Brief:
Wherever a line of the listing holds the string "stored", copy that line.

Provided data:
※ ※ ※
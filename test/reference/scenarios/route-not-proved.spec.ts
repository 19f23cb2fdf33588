import { compiledValveSeal } from '../../support/compiled-valve-seal';
import { fineGear } from '../../support/ossenholt-gear';
import { readRamp } from '../../support/ramp-file';
import { driveRun, wayWalked } from '../../support/run-driver';
import { codesClearedAfter, coldToAir, gaugeAtZero, sensorsInBand } from '../../support/valve-seal-rows';
import { writeUpTexts } from '../../support/write-up-texts';

describe('crankcase valve seal, cold half: the noise stops once the other routes are closed', () => {
  const walk = driveRun({
    procedure: compiledValveSeal(),
    half: 'cold',
    gear: fineGear,
    table: [
      ...coldToAir,
      ...sensorsInBand,
      ['11', { listen: readRamp('demo-cold-never-seals'), begins: 13 }],
      ['13', { choose: ['airAtDipstick'] }],
      ['13c', { read: { gaugeLeft: '0.0' } }],
      ['13g', { choose: ['routesIsolated'] }],
      ['11', { listen: readRamp('demo-warm-seals'), begins: 13, stops: 'suggested' }],
      ...gaugeAtZero,
      ['17b', { commands: [{ do: 'cannot-measure', reason: 'the borescope does not go round the bend' }] }],
      ...codesClearedAfter,
    ],
  });

  it('walks the way of the table', () => {
    expect(wayWalked(walk)).toBe(
      '1 2d 2e 3 4 5 6 6a 7 8a 8b 9a 9b 9c 10 11 11b 13 13b 13c 13d 13f 13g 13h 9a 9b 9c 10 11 11b 14 15a 15b 15c 16 17a 17b 17c 18a 18b F7',
    );
  });

  it('reaches its finding with nothing left apart', () => {
    expect(walk.state.finding).toBe('crankcaseRouteNotProved');
    expect(walk.state.disturbed).toEqual([]);
  });

  it('writes it up', () => {
    expect(writeUpTexts(walk)).toEqual({
      concern: [
        'Merrow Heron 1.6 turbo, silver, RO 4417, 84,210 km: Whistle at idle, hesitates under load.',
        'Trouble codes before the test: P0068 stored (step 3).',
      ].join(' '),
      cause: [
        'Pressure reaches the crankcase; the route is not proved.',
        'Air came out of the dipstick tube with 11.8 ± 0.3 kPa (step 11) on the intake.',
        'With the inlet-side port plugged and no intake valve open at overlap, the noise at the manifold valve stopped at 3.4 ± 0.3 kPa (step 11).',
        "What remains are the rings, the turbo's shaft seals and the inlet-side vent; no part is named.",
      ].join(' '),
      correction: [
        "Measure cylinder leak-down and look at the turbo's seals before a part is replaced.",
        'Codes after the test: P0068 stored, P0106 pending (step 18a); they were cleared.',
        'Tested by Crankcase valve seal under regulated pressure, version 1 with G-12, S-3, L-2, T-4.',
      ].join(' '),
      customer:
        'Boost pressure reaches the crankcase, but not by a way that this test could prove; the engine is measured further before a part is replaced.',
    });
  });
});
※ ※ ※
Response to this exercise:
        'Trouble codes before the test: P0068 stored (step 3).',
        'Codes after the test: P0068 stored, P0106 pending (step 18a); they were cleared.',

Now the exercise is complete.